Did it take away their grief? Because grief is all I have. 

Grief over Mom. 

Steve told us the truth of that night and what had happened. The house made Mom so crazy she killed a kid and would have killed Nell and Luke if Dad hadn’t stopped her. She killed herself. Or the house did. I’m not so sure on that. I don’t think even Mom knows. Her mind fragmented into so many pieces. Divvied up to the ghosts who laid claim, the house that demanded its sacrifice, and the children she was so desperate to save. 

Grief over Dad. 

Dad who was always trying to protect us, even if he went about it wrong. What is right in a situation like that? What would I have done? I’m not sure. I’m glad it wasn’t my decision. We were dealt a different deck of cards and Dad just got a bad shuffle. A dead wife, a dead daughter, and fuck ups for kids. A house that ate at us for weeks, for decades. Taking pieces of all of us. The man talked to himself, he wasn’t in any form okay. He tried then he died.

Grief, so much grief, over Nell. 

Another shot.

They all want to ride off into the sunset and I can’t. I can’t. I won’t. They died. Mom, Dad, Nell. They all died because of that house. They died because of us. I should have known. I should have picked up on it.
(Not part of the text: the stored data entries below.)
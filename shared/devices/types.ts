/** A card of a project's device library as the API returns it (`/api/projects/:id/devices`). */
import type { CardDevice } from './model-card';

export interface DeviceModelView {
  id: number;
  projectId: number;
  name: string;
  /** The spec's device fields the card fills (IS, BF, VAF). */
  device: CardDevice;
  /** Every parameter of the card, upper-case name → number (SI units). */
  parameters: Record<string, number>;
  /** How the engine uses the card (parameters it leaves out, BR, TNOM). */
  notes: string[];
  /** The card's lines as written in the file. */
  card: string;
  /** Line of the card in its file. */
  line: number;
  fileName: string;
  /** sha256 of the uploaded file, hex. */
  checksum: string;
  uploadedBy: { id: number; displayName: string };
  uploadedAt: string;
}
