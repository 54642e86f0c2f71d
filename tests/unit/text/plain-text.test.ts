/**
 * User text kept as data: the characters refused and replaced are the C0 and C1 controls (ECMA-48
 * / ISO 6429), the Unicode line and paragraph separators, and the bidi embeddings, overrides and
 * isolates of Unicode Technical Report #36 (CVE-2021-42574, "Trojan Source"). The schema's text
 * fields carry the same patterns, and the mail texts are built through the same module.
 */
import { describe, expect, test } from 'vitest';
import { composeMessage } from '../../../api/mail/compose';
import { SPEC_SCHEMA, validateSpec } from '#shared/validate';
import {
  PLAIN_LINES_PATTERN,
  PLAIN_LINE_PATTERN,
  PLAIN_NAME_PATTERN,
  commentLines,
  firstUnsafeCharacter,
  singleLine,
  spreadsheetCell,
  spreadsheetSafeDelimited,
} from '#shared/text/plain-text';

/** Every code point the refusal covers, listed from the standards rather than from the module. */
const C0 = Array.from({ length: 0x20 }, (_, i) => i);
const C1_AND_DEL = Array.from({ length: 0xa0 - 0x7f }, (_, i) => 0x7f + i);
const SEPARATORS = [0x2028, 0x2029];
const BIDI = [0x202a, 0x202b, 0x202c, 0x202d, 0x202e, 0x2066, 0x2067, 0x2068, 0x2069];
const REFUSED = [...C0, ...C1_AND_DEL, ...SEPARATORS, ...BIDI];

describe('refused characters', () => {
  test.each(REFUSED.map((code) => [`U+${code.toString(16).toUpperCase().padStart(4, '0')}`, code]))('%s is refused in one line and blanked by singleLine', (_hex, code) => {
    const text = `Kestrel${String.fromCodePoint(code)}rev C`;
    expect(firstUnsafeCharacter(text)).toMatchObject({ position: 8 });
    expect(new RegExp(PLAIN_LINE_PATTERN, 'u').test(text)).toBe(false);
    expect(singleLine(text)).toBe('Kestrel rev C');
  });

  test.each([
    ['Ω-Brücke 2 µA — “fast”', true],
    ['北京 probe ✓', true],
    ['emoji 🔌 plug', true],
    ['zero\u200bwidth', true], // a zero-width space is not a control
  ])('%j is plain text', (text, plain) => {
    expect(firstUnsafeCharacter(text) === null).toBe(plain);
    expect(new RegExp(PLAIN_LINE_PATTERN, 'u').test(text)).toBe(plain);
  });

  test('multi-line text keeps LF and refuses CR, tab and the rest', () => {
    const lines = new RegExp(PLAIN_LINES_PATTERN, 'u');
    expect(lines.test('first line\nsecond line')).toBe(true);
    expect(lines.test('first line\r\nsecond line')).toBe(false);
    expect(lines.test('a\tb')).toBe(false);
    expect(lines.test('a\u202eb')).toBe(false);
    expect(firstUnsafeCharacter('ok\nok\u0085', true)).toEqual({ position: 6, name: 'U+0085 (next line)' });
  });

  test('a name must hold something besides blanks', () => {
    const name = new RegExp(PLAIN_NAME_PATTERN, 'u');
    expect(name.test('   ')).toBe(false);
    expect(name.test('  Kestrel ')).toBe(true);
    expect(name.test('Kestrel\n')).toBe(false);
  });
});

describe('comment lines', () => {
  test('every line of the text is one comment line, whatever the line break', () => {
    const lines = commentLines('a\nb\rc\r\nd\u000be\u000cf\u0085g\u2028h\u2029i', '* ');
    expect(lines).toEqual(['* a', '* b', '* c', '* d', '* e', '* f', '* g', '* h', '* i']);
  });

  test('a line starting with # stays behind the blank (ngspice runs *# lines)', () => {
    expect(commentLines('#shell id', '* ')).toEqual(['* #shell id']);
    expect(() => commentLines('x', '*')).toThrow(RangeError);
  });
});

describe('spreadsheet cells (OWASP CSV injection)', () => {
  test.each([
    ['=SUM(A1:A9)', "'=SUM(A1:A9)"],
    ['+12 V', "'+12 V"],
    ['@probe', "'@probe"],
    ['\t=1+1', ' =1+1'],
    ['two\r\nlines', 'two  lines'],
    ['Tarn probe', 'Tarn probe'],
  ])('%j is written %j', (text, written) => {
    expect(spreadsheetCell(text)).toBe(written);
  });
});

describe('delimited text opened in a spreadsheet', () => {
  test.each([
    ['frequency_hz,gain_db\n10,-3.5\n100,+2\n1k,-1e-1\n', 'frequency_hz,gain_db\n10,-3.5\n100,+2\n1k,-1e-1\n'],
    ['# note,=1+1', "# note,'=1+1"],
    ['# note;"=HYPERLINK(1)"', `# note;"'=HYPERLINK(1)"`],
    ['# a\t @x', "# a\t '@x"],
    ['\uFEFF=1+1,2', "\uFEFF'=1+1,2"],
    ['-2+3,-2', "'-2+3,-2"],
  ])('%j is written %j', (text, written) => {
    expect(spreadsheetSafeDelimited(text)).toBe(written);
  });
});

describe('the spec schema', () => {
  const properties = SPEC_SCHEMA.properties as Record<string, { pattern?: string; properties?: Record<string, { pattern?: string }> }>;
  test('the title and the device-model name carry the one-line pattern', () => {
    expect(properties.title.pattern).toBe(PLAIN_LINE_PATTERN);
    expect(properties.deviceModel.properties?.name.pattern).toBe(PLAIN_LINE_PATTERN);
  });

  test('a title with a line break is refused at /title with the character named', () => {
    const result = validateSpec({ title: 'Kestrel\n.control', supply: { positiveV: 12, negativeV: -12 }, gain: { target: 20 }, cmrr: { minDb: 60 } });
    expect(result.ok).toBe(false);
    if (!result.ok) expect(result.errors).toEqual([{ path: '/title', message: expect.stringMatching(/^must not contain U\+000A \(line feed\) \(character 8\)/) }]);
  });
});

describe('e-mail texts', () => {
  const facts = {
    kind: 'proposal.returned' as const,
    proposalId: 7,
    projectName: 'Kestrel\r\nBcc: someone@example.test',
    specTitle: 'Kestrel rev C\u2028.control',
    specVersion: 2,
    link: 'http://localhost/p/7',
    profileLink: 'http://localhost/me',
    reviewedBy: 'Rhea\u202eRoe',
    comment: 'first\nsecond\u000cthird',
    decision: { kind: 'accept' as const, topology: 'wilson', recommended: 'wilson', reason: null, decidedBy: 'Dov\nDale' },
  };

  test('the subject is one line and the body has no control characters besides LF', () => {
    const message = composeMessage(facts, 'Ann\rAsh', 'you wrote the spec');
    expect(message.subject).not.toMatch(/[\u0000-\u001f\u007f-\u009f\u2028\u2029\u202a-\u202e\u2066-\u2069]/u);
    // User text never reaches a header: the subject names the proposal and the version only; the title is in the body, on one line.
    expect(message.subject).toBe('Proposal #7 sent back for rework (spec version 2)');
    expect(message.text.split('\n')).toContain('Spec: "Kestrel rev C .control", version 2');
    expect(message.text).not.toMatch(/[\u0000-\u0009\u000b-\u001f\u007f-\u009f\u2028\u2029\u202a-\u202e\u2066-\u2069]/u);
    expect(message.text.split('\n')).toEqual(expect.arrayContaining(['Hello Ann Ash,', 'Project: Kestrel  Bcc: someone@example.test', '  first', '  second', '  third']));
    expect(message.text.split('\n').some((line) => line.startsWith('Bcc:'))).toBe(false);
  });
});
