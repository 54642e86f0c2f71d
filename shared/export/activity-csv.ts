/**
 * A project's activity (its audit events) as CSV, RFC 4180, through the ranking table's field
 * writer: every text cell on one line and safe from a spreadsheet's formulas (a name, a title, a
 * reason or a file name starting with =, +, - or @ gets a leading apostrophe). One row per event,
 * with the event in the app's words beside its stored action and details.
 */
import type { ActivityEvent } from '../api/activity';
import { describeEvent } from '../text/audit-words';
import { ACTIVITY_KIND_WORDS, activityKindOf } from '../workflow/activity';
import { csvField } from './ranking-csv';

export const ACTIVITY_CSV_HEADER = ['event_id', 'at_utc', 'person_id', 'person', 'kind', 'action', 'spec_id', 'spec_title', 'proposal_id', 'what', 'quoted', 'details_json'] as const;

/** The header line. */
export function activityCsvHeader(): string {
  return `${ACTIVITY_CSV_HEADER.join(',')}\r\n`;
}

/** One line per event, in the order given (each ending in CR LF). */
export function activityCsvRows(events: readonly ActivityEvent[]): string {
  return events
    .map((event) => {
      const words = describeEvent(event, event.records);
      const kind = activityKindOf(event.action);
      const values = [
        event.id,
        event.at,
        event.actorId,
        event.actor?.displayName ?? (event.actorId === null ? 'the system' : `user #${event.actorId}`),
        kind ? ACTIVITY_KIND_WORDS[kind] : '',
        event.action,
        event.spec?.id,
        event.spec?.title,
        event.proposalId,
        words.what,
        words.quote ? `${words.quote.label}: ${words.quote.text}` : '',
        JSON.stringify(event.details),
      ];
      return `${values.map(csvField).join(',')}\r\n`;
    })
    .join('');
}
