/** The one wording of an audit event: spec versions and imports, and the records an event quotes. */
import { describe, expect, test } from 'vitest';
import type { AuditEvent } from '#shared/api/admin';
import { describeEvent } from '#shared/text/audit-words';

const event = (action: string, details: Record<string, unknown>, entityType = 'spec'): AuditEvent => ({
  id: 1,
  at: '2026-03-02T10:00:00.000Z',
  actorId: 3,
  action,
  entityType,
  entityId: 9,
  projectId: 1,
  proposalId: entityType === 'spec' ? null : 4,
  beforeId: null,
  afterId: null,
  details,
});

describe('spec events', () => {
  test('when a spec is written, then its first version is named, and the file and row it came from when imported', () => {
    expect(describeEvent(event('spec.created', { title: 'Kestrel rev C', version: 1 })).what).toBe('wrote the spec (version 1)');
    expect(describeEvent(event('spec.created', { version: 1, import: { fileName: 'bench-specs.csv', row: 4 } })).what).toBe('wrote the spec (version 1) from bench-specs.csv, row 4');
  });

  test('when a version is written, then its number, how many fields changed (one or many) and its note quoted', () => {
    const words = describeEvent(event('spec.version-created', { version: 3, changes: 2, note: 'Rails to ±12 V.' }));
    expect(words.what).toBe('wrote version 3 of the spec: 2 fields changed');
    expect(words.quote).toEqual({ label: 'Note', text: 'Rails to ±12 V.' });
    expect(describeEvent(event('spec.version-created', { version: 2, changes: 1 })).what).toBe('wrote version 2 of the spec: 1 field changed');
    expect(describeEvent(event('spec.version-created', { version: 2, changes: 1, note: '   ' })).quote).toBeUndefined();
  });

  test('when a file of specs is imported, then the file and what became of its rows, leaving out the counts that are zero', () => {
    const what = describeEvent(event('specs.imported', { fileName: 'fernhollow-batch.csv', created: 3, 'new-version': 1, unchanged: 0, skipped: 0 }, 'project')).what;
    expect(what).toBe('imported specs from fernhollow-batch.csv (3 new, 1 new version)');
  });
});

describe('the records an event quotes', () => {
  const decided = event('proposal.decided', { kind: 'choose', topology: 'wilson', from: 'ranked', to: 'decided' }, 'decision');

  test('when the decision is given, then its reason is quoted; when nothing was recommended, choosing is not "another" option', () => {
    const words = describeEvent(decided, { decision: { kind: 'choose', topology: 'wilson', reason: 'More headroom at −40 °C.' } });
    expect(words).toMatchObject({ what: 'decided: chose another ranked option (Wilson mirror)', quote: { label: 'Reason', text: 'More headroom at −40 °C.' }, from: 'ranked', to: 'decided' });
    expect(describeEvent(decided, { nothingRecommended: true }).what).toBe('decided: chose a ranked option, none being recommended (Wilson mirror)');
  });

  test('when the review is given, then its comment is quoted; without it, none', () => {
    const returned = event('proposal.returned', { verdict: 'return', topology: 'wilson', from: 'decided', to: 'returned' }, 'review');
    expect(describeEvent(returned, { review: { comment: 'Check the rails.' } })).toMatchObject({ what: 'sent the decided design (Wilson mirror) back for rework', quote: { label: 'Comment', text: 'Check the rails.' } });
    expect(describeEvent(returned).quote).toBeUndefined();
  });
});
I’m going in circles. Did Nell feel like she was going in circles? Get better, relapse, get a new drug, relapse, find the perfect man, lose the perfect man, relapse. Her relapses weren’t like Luke’s. Luke’s came with blown pupils, sweats, and shakes. Stolen items and broken promises. Hers were quieter. A distance in her gaze when she’d see them again, the bent-neck lady and who knows what else. Sometimes she would get more destructive like at Steve’s talk or our fight but that was very rare. It was her disappearing, pulling away. Sparse texts and excuses. 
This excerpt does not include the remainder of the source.